* [Required work]:
Give back every line of the material below that has the string "provinces".

START Data

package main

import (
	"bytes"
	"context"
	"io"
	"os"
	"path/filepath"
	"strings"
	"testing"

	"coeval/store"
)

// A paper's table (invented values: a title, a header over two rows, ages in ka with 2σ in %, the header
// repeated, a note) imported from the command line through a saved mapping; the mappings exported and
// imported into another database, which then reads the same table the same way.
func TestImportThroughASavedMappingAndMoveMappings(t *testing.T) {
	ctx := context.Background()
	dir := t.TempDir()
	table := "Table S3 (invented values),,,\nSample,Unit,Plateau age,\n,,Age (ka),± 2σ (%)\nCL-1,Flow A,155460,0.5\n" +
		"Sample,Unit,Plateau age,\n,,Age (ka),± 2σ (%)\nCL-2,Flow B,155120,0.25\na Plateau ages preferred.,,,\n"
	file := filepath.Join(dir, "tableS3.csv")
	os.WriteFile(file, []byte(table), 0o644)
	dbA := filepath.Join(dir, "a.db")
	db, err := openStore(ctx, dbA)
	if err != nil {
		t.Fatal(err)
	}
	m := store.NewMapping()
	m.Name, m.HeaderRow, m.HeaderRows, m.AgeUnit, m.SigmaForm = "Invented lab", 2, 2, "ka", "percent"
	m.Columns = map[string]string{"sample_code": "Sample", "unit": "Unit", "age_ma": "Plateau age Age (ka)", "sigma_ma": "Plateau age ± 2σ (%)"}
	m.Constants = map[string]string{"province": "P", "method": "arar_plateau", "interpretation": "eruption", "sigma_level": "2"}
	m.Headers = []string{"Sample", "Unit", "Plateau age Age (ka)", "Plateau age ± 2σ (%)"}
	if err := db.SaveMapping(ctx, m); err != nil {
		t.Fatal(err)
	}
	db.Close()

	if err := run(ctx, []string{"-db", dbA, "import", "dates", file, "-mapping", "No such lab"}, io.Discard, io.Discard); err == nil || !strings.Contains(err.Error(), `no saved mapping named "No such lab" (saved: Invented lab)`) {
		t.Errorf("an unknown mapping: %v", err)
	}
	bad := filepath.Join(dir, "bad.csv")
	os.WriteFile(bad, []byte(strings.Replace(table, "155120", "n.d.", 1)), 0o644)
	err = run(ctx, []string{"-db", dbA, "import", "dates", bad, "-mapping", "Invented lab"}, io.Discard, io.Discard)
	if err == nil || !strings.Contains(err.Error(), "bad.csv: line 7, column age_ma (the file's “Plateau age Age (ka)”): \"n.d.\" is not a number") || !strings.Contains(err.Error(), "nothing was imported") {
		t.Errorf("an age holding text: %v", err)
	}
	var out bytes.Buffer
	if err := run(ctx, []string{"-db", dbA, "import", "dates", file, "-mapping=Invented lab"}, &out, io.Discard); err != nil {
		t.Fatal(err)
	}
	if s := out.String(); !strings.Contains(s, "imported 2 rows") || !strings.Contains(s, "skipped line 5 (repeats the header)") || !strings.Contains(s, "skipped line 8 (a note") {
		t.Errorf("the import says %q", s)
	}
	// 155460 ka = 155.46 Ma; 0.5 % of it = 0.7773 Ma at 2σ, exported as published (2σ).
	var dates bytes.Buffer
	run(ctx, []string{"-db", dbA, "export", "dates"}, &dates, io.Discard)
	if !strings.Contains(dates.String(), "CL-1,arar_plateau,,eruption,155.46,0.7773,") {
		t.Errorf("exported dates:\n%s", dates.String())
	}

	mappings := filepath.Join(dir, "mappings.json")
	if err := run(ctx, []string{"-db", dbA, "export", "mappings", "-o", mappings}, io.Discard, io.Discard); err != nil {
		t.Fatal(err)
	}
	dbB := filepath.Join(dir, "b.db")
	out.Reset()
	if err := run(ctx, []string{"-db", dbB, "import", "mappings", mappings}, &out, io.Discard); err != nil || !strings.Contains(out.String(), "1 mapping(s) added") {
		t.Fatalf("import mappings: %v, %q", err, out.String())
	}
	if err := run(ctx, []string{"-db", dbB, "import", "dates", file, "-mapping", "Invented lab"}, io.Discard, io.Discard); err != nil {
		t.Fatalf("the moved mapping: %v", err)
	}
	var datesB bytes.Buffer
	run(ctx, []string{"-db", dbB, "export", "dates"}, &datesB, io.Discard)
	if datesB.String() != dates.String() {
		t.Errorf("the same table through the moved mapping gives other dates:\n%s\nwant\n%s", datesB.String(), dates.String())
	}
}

END Data
START Data

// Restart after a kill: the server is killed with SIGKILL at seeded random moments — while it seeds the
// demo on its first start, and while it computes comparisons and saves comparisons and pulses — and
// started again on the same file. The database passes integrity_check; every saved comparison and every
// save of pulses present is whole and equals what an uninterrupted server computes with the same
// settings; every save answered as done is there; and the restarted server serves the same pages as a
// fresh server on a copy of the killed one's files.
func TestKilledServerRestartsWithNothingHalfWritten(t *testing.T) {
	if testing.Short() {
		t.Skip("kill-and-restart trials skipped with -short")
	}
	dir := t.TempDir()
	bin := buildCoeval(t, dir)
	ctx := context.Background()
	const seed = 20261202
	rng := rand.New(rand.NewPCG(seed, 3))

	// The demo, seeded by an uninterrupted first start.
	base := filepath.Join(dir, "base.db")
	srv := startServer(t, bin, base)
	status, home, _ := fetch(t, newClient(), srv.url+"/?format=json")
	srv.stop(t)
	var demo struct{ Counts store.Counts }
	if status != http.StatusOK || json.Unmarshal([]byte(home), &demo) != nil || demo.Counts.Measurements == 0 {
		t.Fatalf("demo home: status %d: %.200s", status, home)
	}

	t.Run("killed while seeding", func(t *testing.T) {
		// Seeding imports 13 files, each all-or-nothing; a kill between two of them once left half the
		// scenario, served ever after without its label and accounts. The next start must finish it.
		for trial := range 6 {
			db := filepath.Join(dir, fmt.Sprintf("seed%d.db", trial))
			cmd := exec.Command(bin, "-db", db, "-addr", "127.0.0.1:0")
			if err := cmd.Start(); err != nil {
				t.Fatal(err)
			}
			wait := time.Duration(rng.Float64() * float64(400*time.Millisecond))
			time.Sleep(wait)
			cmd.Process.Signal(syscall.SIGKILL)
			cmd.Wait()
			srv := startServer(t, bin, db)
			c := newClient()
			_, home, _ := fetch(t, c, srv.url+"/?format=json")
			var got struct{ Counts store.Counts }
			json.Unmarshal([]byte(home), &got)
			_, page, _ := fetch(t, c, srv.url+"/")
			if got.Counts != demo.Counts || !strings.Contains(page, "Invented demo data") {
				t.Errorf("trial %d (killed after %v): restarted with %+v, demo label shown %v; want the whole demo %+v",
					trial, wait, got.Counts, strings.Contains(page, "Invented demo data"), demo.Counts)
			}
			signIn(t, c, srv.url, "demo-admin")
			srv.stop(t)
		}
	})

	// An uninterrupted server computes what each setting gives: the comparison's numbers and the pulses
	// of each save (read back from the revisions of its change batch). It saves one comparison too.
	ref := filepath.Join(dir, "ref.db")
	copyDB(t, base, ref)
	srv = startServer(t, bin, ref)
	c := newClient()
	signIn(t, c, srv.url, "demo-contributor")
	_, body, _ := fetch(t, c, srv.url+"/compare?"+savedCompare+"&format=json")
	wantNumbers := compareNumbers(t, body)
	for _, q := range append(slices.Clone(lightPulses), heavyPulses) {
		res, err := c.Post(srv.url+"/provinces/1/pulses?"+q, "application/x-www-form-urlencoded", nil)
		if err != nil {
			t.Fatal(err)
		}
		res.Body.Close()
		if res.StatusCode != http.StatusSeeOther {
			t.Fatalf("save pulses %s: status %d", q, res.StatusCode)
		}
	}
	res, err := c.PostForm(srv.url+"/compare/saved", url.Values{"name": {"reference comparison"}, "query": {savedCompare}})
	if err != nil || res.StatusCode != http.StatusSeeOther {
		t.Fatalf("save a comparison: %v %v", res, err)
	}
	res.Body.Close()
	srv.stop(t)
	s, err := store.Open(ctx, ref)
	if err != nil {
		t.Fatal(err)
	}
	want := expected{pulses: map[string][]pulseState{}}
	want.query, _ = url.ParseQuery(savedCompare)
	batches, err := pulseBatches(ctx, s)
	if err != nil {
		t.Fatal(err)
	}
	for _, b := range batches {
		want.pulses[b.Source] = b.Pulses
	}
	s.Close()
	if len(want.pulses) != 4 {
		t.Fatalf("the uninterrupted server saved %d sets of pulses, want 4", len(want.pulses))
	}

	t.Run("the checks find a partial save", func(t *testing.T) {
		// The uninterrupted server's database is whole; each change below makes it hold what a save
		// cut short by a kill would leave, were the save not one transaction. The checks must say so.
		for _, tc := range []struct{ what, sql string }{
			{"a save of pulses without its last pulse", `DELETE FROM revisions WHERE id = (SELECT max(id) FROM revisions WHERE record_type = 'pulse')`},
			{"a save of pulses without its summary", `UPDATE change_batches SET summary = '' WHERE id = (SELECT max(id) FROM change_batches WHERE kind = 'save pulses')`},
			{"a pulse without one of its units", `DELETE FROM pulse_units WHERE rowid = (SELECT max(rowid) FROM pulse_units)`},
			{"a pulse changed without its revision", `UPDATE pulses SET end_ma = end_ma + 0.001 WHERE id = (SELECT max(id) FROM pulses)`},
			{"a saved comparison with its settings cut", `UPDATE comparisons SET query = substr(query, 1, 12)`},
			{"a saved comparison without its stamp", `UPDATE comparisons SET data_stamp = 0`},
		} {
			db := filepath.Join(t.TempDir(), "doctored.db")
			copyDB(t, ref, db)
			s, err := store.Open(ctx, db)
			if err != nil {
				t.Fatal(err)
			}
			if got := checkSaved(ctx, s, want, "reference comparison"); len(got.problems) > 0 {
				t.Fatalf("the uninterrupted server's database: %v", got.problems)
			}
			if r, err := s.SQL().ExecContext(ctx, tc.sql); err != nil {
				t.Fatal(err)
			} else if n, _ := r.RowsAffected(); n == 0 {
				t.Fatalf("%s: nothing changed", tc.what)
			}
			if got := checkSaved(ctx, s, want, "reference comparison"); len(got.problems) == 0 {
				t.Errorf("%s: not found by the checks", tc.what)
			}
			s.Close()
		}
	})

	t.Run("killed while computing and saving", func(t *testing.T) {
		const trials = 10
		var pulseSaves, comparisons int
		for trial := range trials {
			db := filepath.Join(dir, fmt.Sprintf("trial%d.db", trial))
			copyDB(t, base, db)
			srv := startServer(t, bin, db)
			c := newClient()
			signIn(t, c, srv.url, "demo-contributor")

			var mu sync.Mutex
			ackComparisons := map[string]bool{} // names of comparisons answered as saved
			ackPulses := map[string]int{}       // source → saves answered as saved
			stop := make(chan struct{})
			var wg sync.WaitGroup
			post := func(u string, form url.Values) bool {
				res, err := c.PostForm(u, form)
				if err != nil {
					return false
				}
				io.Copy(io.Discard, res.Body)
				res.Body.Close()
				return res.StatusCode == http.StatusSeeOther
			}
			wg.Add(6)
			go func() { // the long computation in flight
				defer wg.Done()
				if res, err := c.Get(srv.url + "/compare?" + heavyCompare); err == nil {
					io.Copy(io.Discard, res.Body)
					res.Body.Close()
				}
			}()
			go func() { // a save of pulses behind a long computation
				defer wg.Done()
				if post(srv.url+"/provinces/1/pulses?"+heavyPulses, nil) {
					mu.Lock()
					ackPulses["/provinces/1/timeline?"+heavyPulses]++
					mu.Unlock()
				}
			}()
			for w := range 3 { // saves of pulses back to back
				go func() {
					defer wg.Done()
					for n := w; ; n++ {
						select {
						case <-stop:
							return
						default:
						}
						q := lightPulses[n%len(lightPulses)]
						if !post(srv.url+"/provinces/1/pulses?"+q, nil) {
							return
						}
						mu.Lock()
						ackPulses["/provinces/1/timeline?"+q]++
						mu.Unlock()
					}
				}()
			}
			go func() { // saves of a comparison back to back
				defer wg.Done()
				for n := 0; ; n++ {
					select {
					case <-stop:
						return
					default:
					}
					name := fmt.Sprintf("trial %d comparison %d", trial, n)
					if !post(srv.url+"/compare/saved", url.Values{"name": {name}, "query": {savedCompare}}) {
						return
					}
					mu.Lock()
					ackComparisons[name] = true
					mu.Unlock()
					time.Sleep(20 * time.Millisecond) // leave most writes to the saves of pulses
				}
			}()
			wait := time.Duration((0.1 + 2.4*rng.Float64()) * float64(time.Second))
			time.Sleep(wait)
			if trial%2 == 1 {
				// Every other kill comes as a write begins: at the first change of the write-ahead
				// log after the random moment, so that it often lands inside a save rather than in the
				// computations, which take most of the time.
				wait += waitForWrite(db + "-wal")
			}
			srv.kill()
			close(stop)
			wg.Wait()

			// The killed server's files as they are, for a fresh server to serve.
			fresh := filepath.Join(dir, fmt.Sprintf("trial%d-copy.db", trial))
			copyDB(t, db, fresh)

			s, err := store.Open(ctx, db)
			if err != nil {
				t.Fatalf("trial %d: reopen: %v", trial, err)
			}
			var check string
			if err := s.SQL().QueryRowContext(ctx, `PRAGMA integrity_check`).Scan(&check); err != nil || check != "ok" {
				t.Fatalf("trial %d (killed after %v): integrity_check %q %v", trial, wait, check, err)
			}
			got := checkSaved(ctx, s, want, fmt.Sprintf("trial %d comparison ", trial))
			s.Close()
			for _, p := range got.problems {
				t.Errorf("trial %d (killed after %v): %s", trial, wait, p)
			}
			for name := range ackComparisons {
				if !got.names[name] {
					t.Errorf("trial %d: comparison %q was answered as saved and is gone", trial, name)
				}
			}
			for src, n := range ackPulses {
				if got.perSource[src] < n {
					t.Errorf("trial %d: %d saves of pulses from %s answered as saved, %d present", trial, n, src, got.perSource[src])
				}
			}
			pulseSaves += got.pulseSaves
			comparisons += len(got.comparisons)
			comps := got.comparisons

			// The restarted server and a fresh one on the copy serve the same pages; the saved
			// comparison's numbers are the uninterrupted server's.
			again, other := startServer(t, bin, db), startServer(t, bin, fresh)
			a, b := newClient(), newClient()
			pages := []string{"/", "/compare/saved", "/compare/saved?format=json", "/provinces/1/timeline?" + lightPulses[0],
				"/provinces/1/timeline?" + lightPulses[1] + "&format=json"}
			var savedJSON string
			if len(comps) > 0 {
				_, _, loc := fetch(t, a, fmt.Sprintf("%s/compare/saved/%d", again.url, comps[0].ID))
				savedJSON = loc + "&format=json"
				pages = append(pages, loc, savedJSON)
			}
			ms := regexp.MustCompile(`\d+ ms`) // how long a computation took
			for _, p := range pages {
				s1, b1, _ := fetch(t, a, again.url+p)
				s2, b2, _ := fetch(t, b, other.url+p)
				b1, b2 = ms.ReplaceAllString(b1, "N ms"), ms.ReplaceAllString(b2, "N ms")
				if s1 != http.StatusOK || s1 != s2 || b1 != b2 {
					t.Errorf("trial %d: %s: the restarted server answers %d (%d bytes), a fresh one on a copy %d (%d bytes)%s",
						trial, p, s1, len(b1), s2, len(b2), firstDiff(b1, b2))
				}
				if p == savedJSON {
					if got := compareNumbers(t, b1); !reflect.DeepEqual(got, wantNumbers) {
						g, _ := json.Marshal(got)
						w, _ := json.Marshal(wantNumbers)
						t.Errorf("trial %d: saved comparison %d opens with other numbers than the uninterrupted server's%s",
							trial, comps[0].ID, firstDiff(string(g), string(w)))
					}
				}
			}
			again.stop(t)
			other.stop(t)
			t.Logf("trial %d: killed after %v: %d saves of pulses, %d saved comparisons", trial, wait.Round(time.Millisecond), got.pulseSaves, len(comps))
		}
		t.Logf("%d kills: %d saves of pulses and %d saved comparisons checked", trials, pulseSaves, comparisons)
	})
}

END Data

* [Solution to this task]:
		res, err := c.Post(srv.url+"/provinces/1/pulses?"+q, "application/x-www-form-urlencoded", nil)
				if post(srv.url+"/provinces/1/pulses?"+heavyPulses, nil) {
					ackPulses["/provinces/1/timeline?"+heavyPulses]++
						if !post(srv.url+"/provinces/1/pulses?"+q, nil) {
						ackPulses["/provinces/1/timeline?"+q]++
			pages := []string{"/", "/compare/saved", "/compare/saved?format=json", "/provinces/1/timeline?" + lightPulses[0],
				"/provinces/1/timeline?" + lightPulses[1] + "&format=json"}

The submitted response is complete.